Facebook is sharing your data with Blackberry in the same manner.

I don't even see a consent difference, since you need to explicitly consent to
sharing your data by entering your Facebook user/password into the Blackberry
UI app. Similar to how you write your user and password into Chrome, thus
"sharing your data" with Google. It also doesn't seem like there's any
evidence that the UI apps were _intended_ to _secretly_ collect and store
data(Was "The Hub" an unknown feature?)

I don't believe the evidence presented here invalidates Mark's answer. His
answer would have been meaningless if he had taken the definition of "third
party" put forward in the NYT.

------
phlo
In this specific instance, the Times article might be overblown.

They specifically mention that they were able to use BlackBerry Hub with a
reporter's account to query Facebook data. The article never states whether BB
Hub connects to Facebook directly, or whether it receives data from a
BlackBerry-operated service.

The latter case is clearly user-hostile.
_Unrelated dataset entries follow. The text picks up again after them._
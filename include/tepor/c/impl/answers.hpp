#pragma once
// Brackets, gradients and sizes.

#include <tepor/c/impl/field.hpp>
#include <tepor/c/impl/handles.hpp>

extern "C" {

tepor_status tepor_bracket(tepor_session* session, const tepor_body* body, const tepor_quantity* quantity,
                           double relative_width, int64_t max_unknowns, double max_seconds,
                           tepor_bracket_result* result) {
    return tepor::c::run(session, body && quantity && result, [&] {
        tepor::BracketOptions options;
        options.relative_width = relative_width;
        options.max_unknowns = static_cast<tepor::Index>(max_unknowns);
        options.max_seconds = max_seconds;
        const tepor::Bracket found = tepor::bracket(body->body, quantity->quantity, options);
        tepor_bracket_result out{};
        out.lower = found.lower;
        out.value = found.value;
        out.upper = found.upper;
        out.cells = found.cells;
        out.unknowns = found.unknowns;
        out.reached = found.reached ? 1 : 0;
        tepor::c::give(out, result);
    });
}

tepor_status tepor_gradient(tepor_session* session, const tepor_field* field, const tepor_quantity* quantity,
                            const tepor_parameter* const* parameters, size_t count, double* slope) {
    return tepor::c::run(session, field && quantity && parameters && slope, [&] {
        const tepor::Gradient gradient = tepor::gradient(field->field, quantity->quantity);
        std::vector<double> found;
        for (size_t i = 0; i < count; ++i) {
            if (!parameters[i]) tepor::c::misuse("a parameter of the gradient is NULL");
            found.push_back(gradient[parameters[i]->parameter]);
        }
        std::copy(found.begin(), found.end(), slope);
    });
}

tepor_status tepor_size_for(tepor_session* session, const tepor_body* body, const tepor_parameter* parameter,
                            const tepor_quantity* quantity, tepor_target_kind kind, double target, double from,
                            double to, tepor_sized* result) {
    return tepor::c::run(session, body && parameter && quantity && result, [&] {
        tepor::SizeOptions options;
        if (from != 0.0 || to != 0.0) {
            options.from = from;
            options.to = to;
        }
        if (kind != TEPOR_EQUAL_TO && kind != TEPOR_AT_MOST && kind != TEPOR_AT_LEAST)
            tepor::c::misuse("the kind of target is no tepor_target_kind");
        const tepor::Target wanted = kind == TEPOR_AT_MOST    ? tepor::at_most(target)
                                     : kind == TEPOR_AT_LEAST ? tepor::at_least(target)
                                                              : tepor::Target(target);
        const tepor::Sized found =
            tepor::size_for(body->body, parameter->parameter, quantity->quantity, wanted, options);
        tepor_sized out{};
        out.value = found.value;
        out.reached = found.reached;
        out.failed_at = found.failed_at;
        out.solves = found.solves;
        out.reason = static_cast<int32_t>(found.reason);
        tepor::c::give(out, result);
        tepor::c::copy_text(session->message, found.message.c_str());
        tepor::c::copy_text(session->offender, "");
    });
}

} // extern "C"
If BlackBerry (the company) can read
user data and Facebook claims not to allow 3rd-party access, then that is bad,
and it should be treated as a breach of the user's trust.
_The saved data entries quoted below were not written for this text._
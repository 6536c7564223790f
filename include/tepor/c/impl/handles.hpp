#pragma once
// What the C handles hold, and the one gate through which every call runs.

#include <cstring>
#include <memory>
#include <new>
#include <string>
#include <tepor/c/tepor.h>
#include <tepor/tepor.hpp>

struct tepor_session {
    // fixed: reporting an error cannot fail itself
    char message[2048] = "";
    char offender[256] = "";
};
struct tepor_parameter {
    tepor::Parameter parameter;
};
struct tepor_function {
    tepor::Value value;
};
struct tepor_tiles {
    tepor::Tiles tiles;
};
struct tepor_section {
    tepor::Section section;
};
struct tepor_quantity {
    tepor::Quantity quantity;
};
struct tepor_body {
    tepor::Body body;
};
struct tepor_field {
    tepor::Field field;
};
struct tepor_march {
    tepor::March march;
    std::vector<tepor::Probe> probes;
    std::vector<tepor::Input> inputs;
};
/// A mesh whose element type is only known at run time.
struct tepor_mesh {
    tepor_mesh() = default;
    tepor_mesh(const tepor_mesh&) = delete;
    tepor_mesh& operator=(const tepor_mesh&) = delete;
    virtual ~tepor_mesh() = default;
    [[nodiscard]] virtual const tepor::MeshData& data() const = 0;
    [[nodiscard]] virtual tepor::Body body(tepor::TemperatureScale scale) const = 0;
};

namespace tepor::c {

template <std::size_t N>
void copy_text(char (&to)[N], const char* from) noexcept {
    std::size_t n = std::strlen(from);
    if (n >= N) n = N - 1;
    std::memcpy(to, from, n);
    to[n] = '\0';
}

inline tepor_status refuse(tepor_session* session, tepor_status status, const char* message,
                           const char* offender) noexcept {
    copy_text(session->message, message);
    copy_text(session->offender, offender);
    return status;
}

/// Runs a call: no exception crosses the border. The first argument is the session, `given` whether all pointers are there.
template <class Call>
tepor_status run(tepor_session* session, bool given, Call call) noexcept {
    if (!session) return TEPOR_INVALID_ARGUMENT;
    if (!given)
        return refuse(session, TEPOR_INVALID_ARGUMENT,
                      "a pointer is NULL; every handle, name and result has to be given", "");
    try {
        call();
        return TEPOR_OK;
    } catch (const Error& error) {
        return refuse(session, static_cast<tepor_status>(error.code()), error.what(), error.offender().c_str());
    } catch (const std::bad_alloc&) {
        return refuse(session, TEPOR_OUT_OF_MEMORY, "memory has run out", "");
    } catch (const std::exception& error) {
        return refuse(session, TEPOR_INTERNAL, error.what(), "");
    } catch (...) {
        return refuse(session, TEPOR_INTERNAL, "something that is no exception was thrown", "");
    }
}

[[noreturn]] inline void misuse(const std::string& what) {
    throw Error(static_cast<ErrorCode>(TEPOR_INVALID_ARGUMENT), "", what);
}

/// The C++ value of a C one.
inline Value value_of(const tepor_value& v) {
    switch (v.kind) {
    case 0: return {};
    case 1: return v.number;
    case 2:
        if (v.object) return static_cast<const tepor_parameter*>(v.object)->parameter;
        break;
    case 3:
        if (v.object) return static_cast<const tepor_function*>(v.object)->value;
        break;
    case 4: return kelvin(v.number);
    default: break;
    }
    misuse("a tepor_value is none of those that tepor_number, tepor_of, tepor_by, tepor_kelvin and tepor_nothing make");
}

/// Where only a number or a parameter makes sense, such as a thickness.
inline Number number_of(const tepor_value& v) {
    if (v.kind == 1) return v.number;
    if (v.kind == 2 && v.object) return static_cast<const tepor_parameter*>(v.object)->parameter;
    misuse("a length is a number or a parameter; make it with tepor_number or tepor_of");
}

inline Frame frame_of(const tepor_frame& frame) {
    switch (frame.kind) {
    case TEPOR_PLANAR: return Planar{frame.size, frame.size};
    case TEPOR_CYLINDRICAL: return Cylindrical{frame.size};
    case TEPOR_SPHERICAL: return Spherical{};
    default: misuse("a tepor_frame is none of those that tepor_planar, tepor_cylindrical and tepor_spherical make");
    }
}

} // namespace tepor::c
The former case is more complex. As a user, I care a great deal that I can
access Facebook using my choice of browser, whether that's Chrome, Firefox or
Edge. I shouldn't be limited to the top three either. Some users may prefer a
browser that works with their screen readers, others may prefer the built-in
browser in their smart TV, and others yet might prefer a unified messaging
app, like BB Hub.

The distinction between what happens locally or in the cloud is often unclear,
and it's not getting any better. Chrome on Android wants to accelerate mobile
connections by routing them through a compressing proxy. I can get an extra-
secure version of chrome from authentic8 to protect against malware, with the
caveat that it runs in their datacenter.

I feel that the tech industry in general, and Facebook in particular are
struggling to tell users what happens with their data. Sometimes it's because
things actually are complicated, and sometimes just to hide obvious overreach.
The obvious blowback: complaints, strict regulation and mistrust. As the
people who build and run systems, we should strive to do better. Regain the
trust lost by past mistakes, and get back to the point where one could
realistically apply hanlon's razor to reports of user surveillance.

------
textmode
The author does not provide a link to the NYT article to which this is a
response. Maybe it was just an oversight.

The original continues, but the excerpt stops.